In the configuration shown in FIG. 3A, a pulse signal or an inverted pulse signal is inputted from an input terminal 301, and outputted from an output terminal 302 after its phase is adjusted. The input signal is distributed to resistor elements R1 and R2, and the signal distributed to resistor element R1 is input to one terminal of operational amplifier 303, and is also input to feedback resistor element R3 of operational amplifier 303. Further, the signal distributed to the resistive element R2 is input to the other terminal of the operational amplifier 303, and is also input to a circuit in which the capacitive element C1 and the variable capacitance diode 304 are connected in parallel. By setting the ratio of the resistance values of the resistance element R1 and the feedback resistance element R3 to 1:1, and adjusting the resistance value of the resistance element R2 and the capacitance value of the composite circuit consisting of the capacitance element C1 and the variable capacitance diode 304, the input terminal The phase of the input signal inputted from 301 can be changed and outputted from the output terminal 302.

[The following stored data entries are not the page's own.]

package branch_test

import (
	"context"
	"fmt"

	"holdfast/deterministic/branch"
	"holdfast/model"
)

// latch is a gene that keeps itself on: x' = leak + x²/(1+x²) − loss·x.
func latch() (*model.Network, error) {
	x, leak := model.SpeciesRef(0), model.ConstantRef(0)
	law := model.Call(model.OpAdd, leak, model.Call(model.OpHill, x, model.Number(1), model.Number(2)))
	d := model.Draft{
		Title: "latch", TimeUnit: "min", Copies: 100,
		Species:   []model.Species{{Name: "x"}},
		Constants: []model.Constant{{Name: "leak", Value: 0.03}, {Name: "loss", Value: 0.48}},
		Reactions: []model.DraftReaction{
			{Name: "production", Rate: law, Makes: []model.Term{{Species: 0, Count: 1}}},
			{Name: "loss", MassAction: model.ConstantRef(1), Uses: []model.Term{{Species: 0, Count: 1}}},
		},
	}
	return d.Bind(0, nil)
}

// The window of each state in the loss, and what ends it.
func Example() {
	n, err := latch()
	if err != nil {
		fmt.Println(err)
		return
	}
	k, err := branch.NewKnob(n, "loss", 0.1, 1)
	if err != nil {
		fmt.Println(err)
		return
	}
	d, err := branch.Follow(context.Background(), n, k, branch.Options{})
	if err != nil {
		fmt.Println(err)
		return
	}
	for _, w := range d.Windows {
		fmt.Printf("%s: %.5f (%v, %.1f %% away) to %.5f (%v, %.1f %% away)\n", w.State,
			w.Low.Knob, w.Low.Mark.Kind, w.Low.Distance, w.High.Knob, w.High.Mark.Kind, w.High.Distance)
	}
	// Output:
	// low: 0.34100 (fold, 29.0 % away) to 1.00000 (end of the range, 108.3 % away)
	// high: 0.10000 (end of the range, 79.2 % away) to 0.53096 (fold, 10.6 % away)
}
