package branch

import (
	"math"
	"slices"

	"gonum.org/v1/gonum/mat"

	"holdfast/deterministic"
)

// reduced gives the Jacobian on the compatibility class at u, m×m in the
// independent species, in molecules: how a change of their counts grows.
func (f *field) reduced(u []float64) []float64 {
	n, cols, m := f.n, f.columns(), len(f.independent)
	jac := make([]float64, n*cols)
	f.evaluate(u, make([]float64, n), jac)
	out := make([]float64, m*m)
	for p, i := range f.independent {
		for k := range n {
			v := jac[i*cols+k] * f.unit(i) / f.unit(k)
			if v == 0 {
				continue
			}
			for q := range m {
				out[p*m+q] += v * f.link[k*m+q]
			}
		}
	}
	return out
}

// eigenvalues gives those of the Jacobian on the class at u, by real part
// descending, the positive one of a complex pair first; nil where the derivatives
// are not finite. Species are balanced by weight.
func (f *field) eigenvalues(u, weight []float64) []complex128 {
	m := len(f.independent)
	if m == 0 {
		return nil
	}
	a := f.reduced(u)
	for p, i := range f.independent {
		for q, j := range f.independent {
			a[p*m+q] *= weight[j] * f.unit(j) / (weight[i] * f.unit(i))
		}
	}
	var e mat.Eigen
	if math.IsInf(largest(a), 1) || !e.Factorize(mat.NewDense(m, m, a), mat.EigenNone) {
		return nil
	}
	values := e.Values(nil)
	slices.SortFunc(values, func(a, b complex128) int {
		if real(a) != real(b) {
			return compare(real(b), real(a))
		}
		return compare(imag(b), imag(a))
	})
	return values
}

func compare(a, b float64) int {
	switch {
	case a < b:
		return -1
	case a > b:
		return 1
	}
	return 0
}

// unstable counts the eigenvalues with positive real part.
func unstable(values []complex128) int {
	count := 0
	for _, v := range values {
		if real(v) > 0 {
			count++
		}
	}
	return count
}

// slowRate is the smallest |Re λ|; +Inf where there is none.
func slowRate(values []complex128) float64 {
	rate := math.Inf(1)
	for _, v := range values {
		rate = min(rate, math.Abs(real(v)))
	}
	return rate
}

// pairs is the test function of Hopf points: the product over pairs of eigenvalues
// of their sums (the determinant of the bialternate product; Guckenheimer, Myers,
// Sturmfels, SIAM J. Numer. Anal. 34 (1997) 1), here its sign times its smallest
// real factor. The frequency is the imaginary part of the pair of that factor, 0
// where the two are real.
func pairs(values []complex128) (test, frequency float64) {
	sign := 1.0
	test = math.Inf(1)
	for i, a := range values {
		for _, b := range values[i+1:] {
			sum := a + b
			if imag(sum) != 0 || (imag(a) != 0 && real(a) != real(b)) {
				continue // comes with its conjugate: the product of both is positive
			}
			if real(sum) < 0 {
				sign = -sign
			}
			if s := math.Abs(real(sum)); s < test {
				test, frequency = s, math.Abs(imag(a))
			}
		}
	}
	return sign * test, frequency
}

// covariance gives the linear-noise covariance at a stable u in molecules², species
// by species in row-major order; nil where there is none.
func (f *field) covariance(u, weight []float64) []float64 {
	m := len(f.independent)
	a, d := f.reduced(u), f.diffusion(u)
	size := make([]float64, m)
	for p, i := range f.independent {
		size[p] = math.Sqrt(max(weight[i]*f.unit(i), 1e-300))
	}
	e := make([]float64, m*m)
	for p, i := range f.independent {
		for q, j := range f.independent {
			a[p*m+q] *= size[q] / size[p]
			e[p*m+q] = d[i*f.n+j] / (size[p] * size[q])
		}
	}
	c, ok := deterministic.Lyapunov(a, e, m)
	if !ok || math.IsInf(largest(c), 1) {
		return nil
	}
	for p := range m {
		for q := range m {
			c[p*m+q] *= size[p] * size[q]
		}
	}
	return f.extend(c)
}

// extend is link·C·linkᵀ, in molecules.
func (f *field) extend(c []float64) []float64 {
	m := len(f.independent)
	out := make([]float64, f.n*f.n)
	if m == 0 {
		return out
	}
	link := mat.NewDense(f.n, m, f.link)
	full := mat.NewDense(f.n, f.n, out)
	full.Product(link, mat.NewDense(m, m, c), link.T())
	return out
}

// diffusion gives the matrix of the linear noise at u, molecules² per unit of
// time: Σ propensity·⟨ΔΔᵀ⟩ over the reactions, Δ the change of counts by one
// firing. A geometric burst of mean b has variance b + b².
func (f *field) diffusion(u []float64) []float64 {
	f.turn(u[f.n:])
	d := make([]float64, f.n*f.n)
	for i := range f.channels {
		c := &f.channels[i]
		a := c.law.Eval(u[:f.n], f.constants)
		if c.scaling {
			a *= f.copies
		}
		change := make([]float64, f.n)
		for _, t := range c.terms {
			change[t.species] += t.count
			if t.mean != nil {
				b := t.mean.Eval(nil, f.constants)
				change[t.species] += b
				d[t.species*f.n+t.species] += a * b * (1 + b)
			}
		}
		for p, v := range change {
			for q, w := range change {
				d[p*f.n+q] += a * v * w
			}
		}
	}
	return d
}
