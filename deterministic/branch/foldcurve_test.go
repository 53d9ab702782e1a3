package branch

import (
	"context"
	"errors"
	"math"
	"testing"

	"holdfast/internal/zoo"
	"holdfast/model"
)

func foldCurves(t testing.TB, n *model.Network, first string, low, high float64, second string, low2, high2 float64) *FoldDiagram {
	t.Helper()
	a, err := NewKnob(n, first, low, high)
	if err != nil {
		t.Fatal(err)
	}
	b, err := NewKnob(n, second, low2, high2)
	if err != nil {
		t.Fatal(err)
	}
	d, err := FoldCurves(context.Background(), n, a, b, Options{})
	if err != nil {
		t.Fatal(err)
	}
	return d
}

// oneCurve gives the only curve and its only cusp.
func oneCurve(t testing.TB, d *FoldDiagram) (FoldCurve, FoldPoint) {
	t.Helper()
	if len(d.Curves) != 1 || len(d.Curves[0].Cusps()) != 1 {
		t.Fatalf("%d curves, want one with one cusp: %+v", len(d.Curves), d.Curves)
	}
	return d.Curves[0], d.Curves[0].Cusps()[0]
}

// The fold curve of x' = s − rx + x²/(1+x²), and its cusp at x = 1/√3, r = 3√3/8, s
// = 1/8: Lewis, Slack, Wolpert, J. Theor. Biol. 65 (1977) 579 (from memory;
// algebra re-derived).
func TestLeakyActivatorFoldCurve(t *testing.T) {
	c, cusp := oneCurve(t, foldCurves(t, zoo.LeakyActivator(0.6, 0.05, 100), "r", 0.1, 1, "s", 0, 0.3))
	for _, p := range c.Points {
		r, s := zoo.LeakyFold(p.Amounts[0])
		near(t, "r", p.First, r, located)
		if math.Abs(p.Second-s) > located {
			t.Errorf("s = %.15g, want %.15g", p.Second, s)
		}
	}
	near(t, "x at the cusp", cusp.Amounts[0], 1/math.Sqrt(3), located)
	near(t, "r at the cusp", cusp.First, 3*math.Sqrt(3)/8, located)
	near(t, "s at the cusp", cusp.Second, 0.125, located)
	if c.Ends[0].Kind != RangeEnd || c.Ends[0].Knob != "s" || c.Ends[1].Kind != RangeEnd || c.Ends[1].Knob != "r" {
		t.Errorf("ends %v, want the ranges of s and r", c.Ends)
	}
}

// The folds of the latch with a leak in transcript and protein lie on the same curve
// with r = ab: it is the slow form of the same law (algebra).
func TestLatchFoldCurve(t *testing.T) {
	c, cusp := oneCurve(t, foldCurves(t, zoo.Latch(100), "b", 0.2, 2, "leak", 0.001, 0.5))
	for _, p := range c.Points {
		r, s := zoo.LeakyFold(p.Amounts[1])
		near(t, "ab", 0.45*p.First, r, located)
		near(t, "leak", p.Second, s, 100*located) // s is a small difference near x = 1
	}
	near(t, "leak at the cusp", cusp.Second, 0.125, located)
}

// The fold curve of asymmetric repression with β = γ = 2 by p = v²/(1+v²), q = 1/(4p)
// = u²/(1+u²): α₁ = u(1+v²), α₂ = v(1+u²); the cusp at (2, 2), p = 1/2 (algebra).
// Rows at p = 0.3 and 0.6: zoo.AsymmetricFolds.
func TestAsymmetricRepressionFoldCurve(t *testing.T) {
	c, cusp := oneCurve(t, foldCurves(t, zoo.SymmetricRepression(3, 100), "alpha1", 0.5, 8, "alpha2", 0.5, 8))
	for _, p := range c.Points {
		u, v := p.Amounts[0], p.Amounts[1]
		share := v * v / (1 + v*v)
		other := 1 / (4 * share)
		near(t, "q", u*u/(1+u*u), other, 10*located)
		near(t, "α₁", p.First, math.Sqrt(other/(1-other))/(1-share), 100*located) // 1/(1−q)^{3/2} magnifies
		near(t, "α₂", p.Second, math.Sqrt(share/(1-share))/(1-other), 100*located)
	}
	near(t, "α₁ at the cusp", cusp.First, 2, located)
	near(t, "α₂ at the cusp", cusp.Second, 2, located)
	near(t, "u at the cusp", cusp.Amounts[0], 1, located)
}

// With α₂ held at a point of that curve, α₁ is a fold there. The table's values are
// good to half a unit of their seventh digit (its α₁ at p = 0.3 is 4e-7 below the
// closed form's 3.19438282).
func TestAsymmetricRepressionFoldTable(t *testing.T) {
	for _, row := range zoo.AsymmetricFolds() {
		if row.Cusp {
			continue
		}
		p, q := row.P, 1/(4*row.P)
		u, v := math.Sqrt(q/(1-q)), math.Sqrt(p/(1-p))
		alpha1, alpha2 := u*(1+v*v), v*(1+u*u)
		near(t, "α₁ of the table", row.Alpha1, alpha1, 5e-7)
		near(t, "α₂ of the table", row.Alpha2, alpha2, 5e-7)
		d := follow(t, zoo.AsymmetricRepression(3, alpha2, 2, 2, 100), "alpha1", 0.5, 8)
		best := math.Inf(1)
		for _, m := range d.Folds() {
			best = min(best, math.Abs(m.Knob/alpha1-1))
		}
		if !(best <= located) {
			t.Errorf("p = %g: no fold at α₁ = %v: the nearest is %.2g of it away", p, alpha1, best)
		}
	}
}

// ab = 1/2 all along the fold curve of the leakless latch, which has no cusp.
func TestLeaklessLatchFoldCurve(t *testing.T) {
	d := foldCurves(t, zoo.LeaklessLatch(0.45, 1, 100), "a", 0.1, 2, "b", 0.1, 2)
	if len(d.Curves) != 1 || len(d.Curves[0].Cusps()) != 0 {
		t.Fatalf("%d curves, want one without cusps", len(d.Curves))
	}
	for _, p := range d.Curves[0].Points {
		near(t, "ab", p.First*p.Second, 0.5, located)
	}
}

func TestFoldCurvesNeedTwoKnobs(t *testing.T) {
	n := zoo.LeaklessLatch(0.45, 1, 100)
	a, _ := NewKnob(n, "a", 0.1, 2)
	ab, _ := NewKnob(n, "a*b", 0.1, 2)
	_, err := FoldCurves(context.Background(), n, a, ab, Options{})
	var shared *SharedKnobError
	if !errors.As(err, &shared) {
		t.Errorf("error %v, want *SharedKnobError", err)
	}
}

// x' = x (1 − (x−2)² − (p−2)² − (q−2)²) has, besides x = 0, the unit sphere about (2, 2,
// 2) of states: its folds are the circle about (2, 2) in p and q, x = 2 (algebra).
func TestClosedFoldCurve(t *testing.T) {
	s := newSketch(30)
	x := s.species("x", 1)
	p, q := s.constant("p", 2.2), s.constant("q", 1.9)
	linear, square := num(1), num(12)
	for _, v := range []*model.Node{x, p, q} {
		linear = plus(linear, model.Call(model.OpMul, num(4), v))
		square = plus(square, raise(v, num(2)))
	}
	s.law("make", model.Call(model.OpMul, x, linear), nil, turn{x})
	s.law("lose", model.Call(model.OpMul, x, square), turn{x}, nil)
	d := foldCurves(t, s.network(t), "p", 0.5, 4, "q", 0.5, 4)
	if len(d.Curves) != 1 {
		t.Fatalf("%d curves, want 1", len(d.Curves))
	}
	c := d.Curves[0]
	if c.Ends[0].Kind != Closed || c.Ends[1].Kind != Closed || len(c.Cusps()) != 0 {
		t.Errorf("ends %v and %d cusps, want a loop without cusps", c.Ends, len(c.Cusps()))
	}
	for _, v := range c.Points {
		near(t, "radius", math.Hypot(v.First-2, v.Second-2), 1, located)
		near(t, "x", v.Amounts[0], 2, located)
	}
	if first, last := c.Points[0], c.Points[len(c.Points)-1]; first.First != last.First || first.Second != last.Second {
		t.Errorf("the loop runs from %v to %v", first, last)
	}
}

func TestNoFoldCurve(t *testing.T) {
	d := foldCurves(t, zoo.LeaklessLatch(0.3, 0.3, 100), "a", 0.1, 0.4, "b", 0.1, 0.4)
	if len(d.Curves) != 0 || len(d.Warnings) != 1 {
		t.Errorf("%d curves, warnings %q; want none, and one that says so", len(d.Curves), d.Warnings)
	}
}

func TestCurveEndsInWords(t *testing.T) {
	for want, e := range map[string]CurveEnd{
		"end of the range of a":          {Kind: RangeEnd, Knob: "a"},
		"protein at the edge of the box": {Kind: BoxEdge, Species: "protein"},
		"protein reaches 0":              {Kind: Emptied, Species: "protein"},
		"lost: no step succeeds":         {Kind: Lost, Text: "no step succeeds"},
		"closed":                         {Kind: Closed},
	} {
		if e.String() != want {
			t.Errorf("%q, want %q", e.String(), want)
		}
	}
}
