package branch

import "fmt"

// Kind is what a mark on a branch is: a point where something happens, or an end.
type Kind uint8

// The kinds of marks.
const (
	// Fold is where a branch turns back in the knob: two states meet and vanish.
	Fold Kind = iota
	// Hopf is where a complex pair of eigenvalues crosses to the other side: the
	// state begins, or ceases, to oscillate.
	Hopf
	// Pitchfork is where a branch of two states that mirror each other leaves
	// another branch, which goes on through.
	Pitchfork
	// Transcritical is where two branches cross and both go on.
	Transcritical
	// Crossing is where branches meet in a way that second derivatives do not tell.
	Crossing
	// Kink is where a law has no derivative: min, max or abs change over.
	Kink
	// RangeEnd is an end of the knob's range.
	RangeEnd
	// BoxEdge is where an amount reaches the edge of the box.
	BoxEdge
	// Emptied is where an amount reaches 0.
	Emptied
	// Closed is where a branch has come back to where it was started.
	Closed
	// Lost is where a branch could not be followed any further.
	Lost
)

// String names it in words.
func (k Kind) String() string {
	names := [...]string{
		"fold", "Hopf point", "pitchfork", "transcritical point", "crossing", "kink",
		"end of the range", "edge of the box", "amount reaches 0", "closed", "lost",
	}
	if int(k) < len(names) {
		return names[k]
	}
	return fmt.Sprintf("Kind(%d)", uint8(k))
}

// Ends tells whether a branch ends at a mark of this kind.
func (k Kind) Ends() bool { return k >= RangeEnd }

// A Mark is a special point of a branch. Slices by species are in the order of
// Network.Species, in amounts.
type Mark struct {
	Kind Kind
	// Index is the place of the mark's own point in Branch.Points.
	Index   int
	Knob    float64
	Amounts []float64
	// Null is the direction of the amounts in which the state gives way at a fold
	// or where branches meet: the Jacobian's null vector, its largest entry relative
	// to the amounts being positive and of the size of the amount. Left is the left
	// null vector on the compatibility class, 0 for the dependent species, with
	// Σ leftᵢ nullᵢ = 1. Nil for other kinds.
	Null, Left []float64
	// Turns tells that the branch turns back in the knob here.
	Turns bool
	// Opens is, for a fold, the side on which its two states exist: +1 above the
	// knob's value, −1 below.
	Opens int
	// RateCoefficient is, for a fold, the c of the slow rate c·√|knob − fold| of
	// both its states near it, 1/time over the root of the knob's unit.
	RateCoefficient float64
	// Bend is, for a fold, Σ leftᵢ·∂²(dxᵢ/dt)/∂xⱼ∂xₖ·nullⱼ·nullₖ: the flow along Null, z
	// nulls away from Amounts at the fold's knob, is Bend/2·z², 1/time.
	Bend float64
	// Frequency is, for a Hopf point, that of the oscillation, radians per unit of
	// time: the imaginary part of the crossing pair.
	Frequency float64
	// Species is the one that meets the edge or 0; Text says more of a kink or of
	// a branch lost: the reaction and its law. Empty for other kinds.
	Species, Text string
}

On the other hand, also in the configuration shown in FIG. 3(b), a pulse signal or an inverted pulse signal is inputted from the input terminal 301, and outputted from the output terminal 302 after the phase is adjusted. The input terminal 301 and the output terminal 302 are connected by a distributed constant transmission line, and a composite circuit of a capacitive element C1 and variable capacitance diodes 305 and 306 is connected to both ends of the distributed constant transmission line, respectively. In this configuration, by adjusting the capacitance value of the composite circuit consisting of the capacitive element C1 and the variable capacitance diodes 305 and 306, the phase of the input signal inputted from the input terminal 301 is changed and outputted from the output terminal 302. I can do it.

The level adjustment sections 108 and 109 match or isolate the DC voltage levels of the pulse signal and the inverted pulse signal, respectively, from the input voltage level of the switch included in the step-down modulated power supply section 110 at the subsequent stage. Specifically, the level adjustment units 108 and 109 can be configured using photocouplers, for example, as shown in FIGS. 4(a) and 4(b).

As shown in FIGS. 4A and 4B, the level adjustment sections 108 and 109 adjust the level of the pulse signal or inverted pulse signal input from the input terminal 401, and output it from the output terminal 402. A resistive element R3 is connected to the input side of the photocoupler 403 to prevent floating voltage from occurring. Since the output side of the photocoupler 403 is generally constituted by a bipolar transistor, resistive elements R1 and R2 and a power supply are connected to the collector terminal and the emitter terminal, respectively. In FIG. 4(a), the output terminal 402 is provided on the collector terminal side, and in FIG. 4(b), the output terminal 402 is provided on the emitter terminal side. The configuration of the level adjusters 108 and 109 shown in FIGS. 4A and 4B depends on whether the level adjusters 108 and 109 have a gain or have a gain of 1 and operate like a buffer. You can choose accordingly.

The level adjustment sections 108 and 109 can also be configured using field effect transistors or MOS (Metal Oxide Semiconductor) transistors, for example, as shown in FIGS. 5A and 5B.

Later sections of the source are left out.